0807749397 978-0807749395 November 1, 2008
''With NCLB down for the count, Grading Education puts forth the most comprehensive analysis and set of reform proposals to date. It should be required reading for everyone on Capitol Hill and in state capitols as well.''

-- Jacob Ludes, III, Executive Director/CEO, New England Association of Schools and Colleges


''If you want to understand how policymakers, often with the best of intentions, are narrowing children's education and bollixing up school accountability -- and if you want to learn about what could be done about that -- Rothstein's well-written and timely book is a must-read.''

-- Bella Rosenberg, former Assistant to the President of the American Federation of Teachers


''A superb and provocative analysis of where we've gone wrong on accountability and what we need to do to fix it. The book is a must-read for those seeking answers for reducing our nation's tragic achievement disparities.''

-- Susan B. Neuman, University of Michigan, former Assistant Secretary of Elementary and Secondary Education (2001 2003)

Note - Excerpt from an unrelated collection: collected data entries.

"""Checking a JSON document against its shape before anything is built from
it (the sweep documents that ``covertree merge`` reads back).

A shape is a small value: a Python type (``int``, ``str``, ``bool``; ``int``
never accepts ``True``), :data:`RATIONAL` (a text ``p`` or ``p/q`` with
``q > 0``), a one-element list ``[SHAPE]`` (a list of such items), a dict of
keys to shapes (an object with at least those keys; others are allowed, as
keys are only ever added), :class:`Nullable` or :class:`MapOf`.  A mismatch
raises :class:`~covertree.errors.InputError` naming the place in the document
(``strata[3].landing.delta_0``), what was expected and a short quote of what
was found.

Examples
--------
>>> check_shape({"a": [int]}, {"a": [1, 2]}, "doc")
>>> check_shape({"a": [int]}, {"a": [1, "2"]}, "doc")
Traceback (most recent call last):
...
covertree.errors.InputError: doc: a[1] should be an integer, not '2'
>>> check_shape({"w": RATIONAL}, {"w": "1/0"}, "doc")
Traceback (most recent call last):
...
covertree.errors.InputError: doc: w should be a rational p/q with q > 0, not '1/0'
"""

from __future__ import annotations

import json
import re
import reprlib
from dataclasses import dataclass

from covertree.errors import InputError

__all__ = ["RATIONAL", "MapOf", "Nullable", "check_shape", "load_json"]

#: Deepest nesting of arrays and objects accepted by :func:`load_json`.
MAX_DEPTH = 32

RATIONAL = "rational"
_RATIONAL = re.compile(r"^-?[0-9]{1,4000}(/0*[1-9][0-9]{0,3999})?$", re.ASCII)
_NAMES = {int: "an integer", str: "a text", bool: "true or false", RATIONAL: "a rational p/q with q > 0"}


@dataclass(frozen=True)
class Nullable:
    """``null`` or a value of ``shape``."""

    shape: object


@dataclass(frozen=True)
class MapOf:
    """An object whose keys are free and whose values all have ``shape``."""

    shape: object


def short(value) -> str:
    """``repr`` of a value, at most about 40 characters.

    >>> short("x" * 100)
    "'xxxxxxxxxxxxxxxxx...xxxxxxxxxxxxxxxxxx'"
    """
    shortened = reprlib.Repr()
    shortened.maxstring = shortened.maxother = 40
    shortened.maxlist = shortened.maxdict = 4
    return shortened.repr(value)


def load_json(data: bytes, name: str):
    """Decode UTF-8 JSON ``data`` (file ``name``), refusing other encodings
    and nesting deeper than :data:`MAX_DEPTH` before parsing.

    >>> load_json(b'{"a": [1]}', "doc")
    {'a': [1]}
    >>> load_json(b"[" * 1000, "doc")
    Traceback (most recent call last):
    ...
    covertree.errors.InputError: doc: JSON nested deeper than 32 levels; not a covertree document
    """
    try:
        text = data.decode("utf-8")
    except UnicodeDecodeError as error:
        raise InputError(f"{name}: not UTF-8 text (byte {error.start}); not a covertree document") from None
    if _depth(text) > MAX_DEPTH:
        raise InputError(f"{name}: JSON nested deeper than {MAX_DEPTH} levels; not a covertree document")
    try:
        return json.loads(text)
    except (json.JSONDecodeError, RecursionError) as error:
        raise InputError(f"{name} is not JSON ({short(str(error))})") from None


def _depth(text: str) -> int:
    """The deepest nesting of brackets outside strings."""
    brackets = re.sub(r'"(?:[^"\\]|\\.)*"', "", text)
    depth = deepest = 0
    for char in re.sub(r"[^\[\]{}]", "", brackets):
        depth += 1 if char in "[{" else -1
        deepest = max(deepest, depth)
    return deepest


def check_shape(shape, value, name: str, where: str = "") -> None:
    """Raise :class:`InputError` unless ``value`` has ``shape`` (see the module)."""
    if isinstance(shape, Nullable):
        if value is not None:
            check_shape(shape.shape, value, name, where)
    elif isinstance(shape, dict):
        _check_object(shape, value, name, where)
    elif isinstance(shape, MapOf):
        _expect(isinstance(value, dict), "an object", value, name, where)
        for key, item in value.items():
            check_shape(shape.shape, item, name, f"{where}.{key}" if where else key)
    elif isinstance(shape, list):
        _expect(isinstance(value, list), "a list", value, name, where)
        for i, item in enumerate(value):
            check_shape(shape[0], item, name, f"{where}[{i}]")
    else:
        _expect(_is(shape, value), _NAMES[shape], value, name, where)


def _check_object(shape: dict, value, name: str, where: str) -> None:
    _expect(isinstance(value, dict), "an object", value, name, where)
    for key, inner in shape.items():
        inside = f"{where}.{key}" if where else key
        if key not in value:
            raise InputError(f"{name}: {inside} is missing; not a covertree document of this kind")
        check_shape(inner, value[key], name, inside)


def _is(shape, value) -> bool:
    if shape is int:
        return isinstance(value, int) and not isinstance(value, bool)
    if shape is RATIONAL:
        return isinstance(value, str) and _RATIONAL.match(value) is not None
    return isinstance(value, shape)


def _expect(holds: bool, expected: str, value, name: str, where: str) -> None:
    if not holds:
        raise InputError(f"{name}: {where or 'the document'} should be {expected}, not {short(value)}")
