def test_spline_is_the_not_a_knot_cubic_spline():
    t = _irregular_times(4, seed=7)
    lat, lon, _ = _circle(t, 10.0, -50.0, radius_m=5000.0)
    track, _ = resample_all(_fixes(t, lat, lon))
    # scipy in the same projection (one chunk: the track is 10 km across)
    lon0, lat0 = geodesy.track_centre(lon, lat)
    p = geodesy.aeqd_forward(lon, lat, lon0, lat0)
    tg = _seconds(track["time"])
    q = geodesy.aeqd_forward(track["lon"], track["lat"], lon0, lat0)
    xs, ys = CubicSpline(t, p.x_m)(tg), CubicSpline(t, p.y_m)(tg)
    # the chunk centre differs from lon0/lat0 by metres: distortion ~1e-12
    assert np.hypot(q.x_m - xs, q.y_m - ys).max() < 1e-4


def test_derivative_velocity_agrees_with_geodesic_differences_of_the_grid():
    t = _irregular_times(5, seed=3)
    lat, lon, speed = _circle(t, 100.0, 30.0)
    track, _ = resample_all(_fixes(t, lat, lon))
    tg = _seconds(track["time"])
    fd = geodesy.fix_velocities(tg, track["lon"].to_numpy(), track["lat"].to_numpy())
    # centred differences of a circle underestimate the speed by
    # sin(w h) / (w h) on an even grid (w = f, h = 1 h)
    w = 2 * EARTH_ROTATION_RATE_RAD_S * np.sin(np.radians(30.0)) * HOUR
    factor = np.sin(w) / w
    inner = slice(2, -2)
    u = track["u"].to_numpy()[inner] * factor
    v = track["v"].to_numpy()[inner] * factor
    err = np.hypot(fd.u_m_s[inner] - u, fd.v_m_s[inner] - v)
    assert err.max() < 0.002 * speed


# --------------------------------------------------------------------------- geography


def _geodesic_track(lat1, lon1, azi1, speed, t):
    line = WGS84.Line(lat1, lon1, azi1)
    pos = [line.Position(speed * float(tk)) for tk in t]
    return (np.array([p["lat2"] for p in pos]), np.array([p["lon2"] for p in pos]),
            np.array([p["azi2"] for p in pos]))


@pytest.mark.parametrize("method", ["conformal", "geodesic"])
@pytest.mark.parametrize(
    ("name", "lat1", "lon1", "azi1"),
    [
        ("across the antimeridian", 10.0, 178.8, 75.0),
        ("poleward of 85", 85.5, -60.0, 30.0),
        ("passing 29 m from the north pole", 89.9, 30.0, 0.15),
        ("along the equator", 0.0, -5.0, 90.0),
    ],
)
def test_geodesic_track_is_reproduced(method, name, lat1, lon1, azi1):
    # constant speed along a geodesic (GeographicLib Line), uneven sampling
    t = _irregular_times(3.5, seed=5)
    lat, lon, _ = _geodesic_track(lat1, lon1, azi1, 0.6, t)
    track, dropped = resample_all(_fixes(t, lat, lon),
                                  ResampleConfig(projection_method=method))
    assert not dropped
    tg = _seconds(track["time"])
    lat_ref, lon_ref, azi_ref = _geodesic_track(lat1, lon1, azi1, 0.6, tg)
    err = geodesy.inverse(track["lon"], track["lat"], lon_ref, lat_ref).distance_m
    assert err.max() < 0.01  # 1 cm
    lon_out = track["lon"].to_numpy()
    assert np.all((lon_out >= -180.0) & (lon_out < 180.0))
    speed = np.hypot(track["u"], track["v"])
    np.testing.assert_allclose(speed, 0.6, rtol=1e-6)
    polar = np.abs(track["lat"].to_numpy()) > 89.999  # east/north turn fast right at the pole
    direction = np.degrees(np.arctan2(track["u"], track["v"]))
    diff = np.abs((direction - azi_ref + 180.0) % 360.0 - 180.0)
    assert diff[~polar].max() < 1e-4
    legs = geodesy.leg_distances(track["lon"], track["lat"])
    np.testing.assert_allclose(legs, 0.6 * HOUR, rtol=1e-6)  # no jump anywhere
    if name == "along the equator":
        assert np.abs(track["lat"]).max() < 1e-9 and np.abs(track["v"]).max() < 1e-9
    if name.startswith("across"):
        assert lon_out.min() < -179.0 and lon_out.max() > 179.0


def test_long_segment_is_cut_into_projection_chunks_that_join_smoothly():
    # 20 days at 0.5 m/s: 860 km, far beyond one 150-km projection
    t = _irregular_times(20, seed=8)
    lat, lon, _ = _geodesic_track(50.0, -20.0, 100.0, 0.5, t)
    config = ResampleConfig()
    track, _ = resample_all(_fixes(t, lat, lon), config)
    tg = _seconds(track["time"])
    lat_ref, lon_ref, _ = _geodesic_track(50.0, -20.0, 100.0, 0.5, tg)
    err = geodesy.inverse(track["lon"], track["lat"], lon_ref, lat_ref).distance_m
    assert err.max() < 0.01
    np.testing.assert_allclose(np.hypot(track["u"], track["v"]), 0.5, rtol=1e-6)
    # every fix that an interpolant sees lies within the projection radius
    from driftloop.resample import _Segments

    seg = _Segments(np.zeros(t.size, dtype=np.int64), (t * 1e9).astype(np.int64), 10**15)
    units = _units(seg, lat, lon, config.projection_radius_km * 1e3)
    assert units.lo.size >= 5
    dist = geodesy.inverse(units.centre_lon[units.of_fix], units.centre_lat[units.of_fix],
                           lon[units.fix], lat[units.fix]).distance_m
    assert dist.max() < config.projection_radius_km * 1e3


def test_projection_methods_agree():
    t = _irregular_times(4, seed=9)
    lat, lon, _ = _circle(t, -150.0, 62.0, radius_m=8000.0)
    a, _ = resample_all(_fixes(t, lat, lon), ResampleConfig(projection_method="geodesic"))
    b, _ = resample_all(_fixes(t, lat, lon), ResampleConfig(projection_method="conformal"))
    assert geodesy.inverse(a["lon"], a["lat"], b["lon"], b["lat"]).distance_m.max() < 2e-3
    np.testing.assert_allclose(a["u"], b["u"], atol=1e-7)
    np.testing.assert_allclose(a["v"], b["v"], atol=1e-7)


# --------------------------------------------------------------------------- grid and segments


@pytest.mark.parametrize("step_h", [1.0, 0.5, 3.0])
def test_grid_is_aligned_to_multiples_of_the_step(step_h):
    t = _irregular_times(3.2, seed=2)
    lat, lon, _ = _circle(t, 0.0, 40.0)
    track, _ = resample_all(_fixes(t, lat, lon), ResampleConfig(step_h=step_h))
    ns = pd.DatetimeIndex(track["time"]).as_unit("ns").asi8
    step_ns = int(step_h * 3600e9)
    assert np.all(ns % step_ns == 0)
    assert np.all(np.diff(ns) == step_ns)
    first, last = T0.value + t[0] * 1e9, T0.value + t[-1] * 1e9
    assert ns[0] >= first and ns[0] - step_ns < first
    assert ns[-1] <= last and ns[-1] + step_ns > last
    assert str(track["time"].dtype) == "datetime64[ns, UTC]"
    assert list(track.columns) == list(RESAMPLED_COLUMNS)


def test_fixes_on_the_grid_are_kept_exactly():
    t = np.arange(0, 80) * HOUR
    lat, lon, _ = _circle(t, 179.99, -70.0, radius_m=4000.0)
    for method in ("conformal", "geodesic"):
        for interpolator in ("spline", "linear"):
            track, _ = resample_all(_fixes(t, lat, lon), ResampleConfig(
                projection_method=method, interpolator=interpolator))
            d = geodesy.inverse(track["lon"], track["lat"], lon, lat).distance_m
            assert d.max() < 1e-7
            np.testing.assert_allclose(track["sigma_m"], 10.0)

Yes, we should hold public schools accountable for effectively spending the vast funds with which they have been entrusted. But accountability policies like No Child Left Behind, based exclusively on math and reading test scores, have narrowed the curriculum, misidentified both failing and successful schools, and established irresponsible expectations for what schools can accomplish.


Instead of just grading progress in one or two narrow subjects, we should hold schools accountable for the broad outcomes we expect from public education -- basic knowledge and skills, critical thinking, an appreciation of the arts, physical and emotional health, and preparation for skilled employment -- and then develop the means to measure and ensure schools' success in achieving them. Grading Education describes a new kind of accountability plan for public education, one that relies on higher-quality testing, focuses on professional evaluation, and builds on capacities we already possess. This important resource:

* Describes the design of an alternative accountability system that would not corrupt education as does NCLB and its state testing systems.

* Explains the original design of NAEP in the 1960s, and shows why it should be revived.

* Defines the broad goals of education, beyond math and reading test scores, and reports on surveys to confirm public and governmental support for such goals.

* Relates these broad goals of education to the desire for accountability in education.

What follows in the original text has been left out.